Ia juga menyinggung adanya ketidaksesuaian nominal UKT yang ditanggung pemerintah, yang semula disepakati Rp10 juta per mahasiswa, namun dalam praktik ditemukan hanya Rp2,5 juta.
“Kita bicara 24 ribu penerima, tapi di rancangan APBD hanya tercatat 15.500. Ini harus dikoreksi, agar tidak menimbulkan kesalahpahaman publik,” tegasnya.
Baca Juga: Apresiasi Purabaya-Kenpark Lewat Tol, Eri Irawan Dukung Kembali Pakai Bus
Kadisbudporapar Hidayat Syah menjelaskan standar harga fasilitas dan kegiatan sudah sesuai ketentuan.
Ia juga memaparkan penggunaan lapangan, taman, dan balai untuk kegiatan publik serta pemeliharaannya.
"Itu sudah sesuai standar harga fasilitas dan kegiata," tuturnya.
Sementara Kabid Kebudayaan, Herry Purwadi, menambahkan pihaknya rutin memfasilitasi seniman tampil di 14 titik ruang publik setiap akhir pekan.

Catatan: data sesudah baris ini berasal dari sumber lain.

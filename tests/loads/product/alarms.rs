//! Transitions of one alarm, by the core's table.

use strake_core::alarm::{AlarmEvent, AlarmState};
use strake_oracle::cases::{Answer, Reason, Row};

pub(super) fn answer(row: &Row) -> Result<Answer, Reason> {
    let from = match row.get("from") {
        Some("normal") => AlarmState::Normal,
        Some("unacknowledged") => AlarmState::Unacknowledged,
        Some("acknowledged") => AlarmState::Acknowledged,
        _ => return Err("a state that the table does not name"),
    };
    let event = match row.get("event") {
        Some("return") => AlarmEvent::Return,
        Some("shelve") => AlarmEvent::Shelve,
        Some("suppress") => AlarmEvent::Suppress,
        Some("remove_from_service") => AlarmEvent::RemoveFromService,
        _ => return Err("an event that the table does not name"),
    };
    let to = from.after(event, false).ok_or("the table has no such transition")?;
    let name = match to {
        AlarmState::Normal => "normal",
        AlarmState::Unacknowledged => "unacknowledged",
        AlarmState::Acknowledged => "acknowledged",
        AlarmState::ReturnedUnacknowledged => "rtn_unacknowledged",
        AlarmState::LatchedUnacknowledged => "latched_unacknowledged",
        AlarmState::LatchedAcknowledged => "latched_acknowledged",
        AlarmState::Shelved => "shelved",
        AlarmState::SuppressedByDesign => "suppressed_by_design",
        AlarmState::OutOfService => "out_of_service",
    };
    Ok(Answer::Text(name.into()))
}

"Dengan dukungan transportasi dan perlengkapan standar panggung" jelasnya.
Baca Juga: BPJS Nonaktif Tanpa Pemberitahuan, Warga Miskin Terancam Gagal Operasi
Dari sisi perencanaan, Jubir Bapedalitbang Salim A. menjelaskan bahwa angka 24 ribu penerima beasiswa merupakan proyeksi berdasarkan data keluarga miskin dan prasejahtera dari BPS.

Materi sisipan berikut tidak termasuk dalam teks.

//! Controls that must fail: without the check, and with the check written first, the very runs that
//! pass elsewhere lose or invent. So those runs can see what they are there for.

use crate::bench::Around;
use crate::cuts::{Seen, every_cut};
use embedded_storage::nor_flash::{ErrorType, NorFlash, ReadNorFlash};
use strake::sim::nor::{Nor, NorError};
use strake_core::journal::check::block_check;

#[derive(Clone, Copy, PartialEq, Eq)]
enum Check {
    /// Every block with a plausible length passes.
    Off,
    /// Every block whose check was touched passes: the check is a mere commit mark.
    Mark,
}

/// A flash that mends the checks of the blocks it shows, and may write a block's check first.
#[derive(Clone)]
struct Lax {
    flash: Nor<4>,
    check: Check,
    check_first: bool,
    held: Option<(u32, Vec<u8>)>,
}

impl Lax {
    fn new(check: Check, check_first: bool) -> Self {
        Self { flash: Nor::new(4), check, check_first, held: None }
    }

    fn mend(&self, sector: &mut [u8]) {
        let sequence = u32::from_le_bytes(sector[4..8].try_into().unwrap());
        for page in 0..16 {
            let mut at = if page == 0 { 104 } else { page * 256 };
            let end = (page + 1) * 256;
            while at < end {
                let len = usize::from(sector[at]) * 4;
                if len < 8 || at + len > end {
                    break;
                }
                let check = at + len - 4;
                if self.check == Check::Off || sector[check..at + len] != [0xFF; 4] {
                    let offset = u16::try_from(at).unwrap();
                    let right = block_check(sequence, offset, &sector[at..check]);
                    sector[check..at + len].copy_from_slice(&right.to_le_bytes());
                }
                at += len;
            }
        }
    }
}

impl ErrorType for Lax {
    type Error = NorError;
}

impl ReadNorFlash for Lax {
    const READ_SIZE: usize = 4;

    fn read(&mut self, offset: u32, bytes: &mut [u8]) -> Result<(), NorError> {
        let mut sector = [0; 4096];
        self.flash.read(offset & !4095, &mut sector)?;
        self.mend(&mut sector);
        let at = offset as usize % 4096;
        bytes.copy_from_slice(&sector[at..at + bytes.len()]);
        Ok(())
    }

    fn capacity(&self) -> usize {
        self.flash.capacity()
    }
}

impl NorFlash for Lax {
    const WRITE_SIZE: usize = 4;
    const ERASE_SIZE: usize = 4096;

    fn erase(&mut self, from: u32, to: u32) -> Result<(), NorError> {
        self.flash.erase(from, to)
    }

    fn write(&mut self, offset: u32, bytes: &[u8]) -> Result<(), NorError> {
        let header = offset.is_multiple_of(4096);
        match self.held.take() {
            _ if header || !self.check_first => self.flash.write(offset, bytes),
            None => {
                self.held = Some((offset, bytes.to_vec()));
                Ok(())
            }
            Some((body_offset, body)) => {
                self.flash.write(offset, bytes)?;
                self.flash.write(body_offset, &body)
            }
        }
    }
}

impl Around for Lax {
    fn inner(&self) -> &Nor<4> {
        &self.flash
    }
    fn inner_mut(&mut self) -> &mut Nor<4> {
        &mut self.flash
    }
    fn forget(&mut self) {
        self.held = None;
    }
}

/// Cuts in the first sector only, so that no erase plays a part.
fn run(check: Check, check_first: bool) -> Seen {
    every_cut(Lax::new(check, check_first), 0..150, 100, |_, _| Ok(()))
}

#[test]
fn without_a_check_entries_are_invented() {
    let seen = run(Check::Off, false);
    println!("check off: {} of {} cuts fail", seen.failures.len(), seen.cuts);
    assert!(seen.failures.iter().any(|failure| failure.contains("invented")), "{seen:?}");
}

#[test]
fn a_mark_written_first_invents() {
    let seen = run(Check::Mark, true);
    println!("mark first: {} of {} cuts fail", seen.failures.len(), seen.cuts);
    assert!(seen.failures.iter().any(|failure| failure.contains("invented")), "{seen:?}");
}

/// The same mark written last holds, so it is the order that the control above sees.
#[test]
fn a_mark_written_last_holds() {
    let seen = run(Check::Mark, false);
    assert!(seen.failures.is_empty(), "{:?}", seen.failures.first());
}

"Namun, dalam rancangan anggaran Disbudporapar tertulis 15.500 penerima, yang memicu perbedaan persepsi." terangnya.
Sementara Akmarawita Kadir menyatakan Komisi D sepakat memberi catatan khusus dan menjadwalkan rapat lanjutan membahas beasiswa.
“Kelihatannya masih belum sinkron antara proyeksi penerima beasiswa 2026 dan yang tercantum di rancangan anggaran. Kita akan undang kembali Disbudporapar dan bagian anggaran,” ucapnya menutup rapat. (*Roy)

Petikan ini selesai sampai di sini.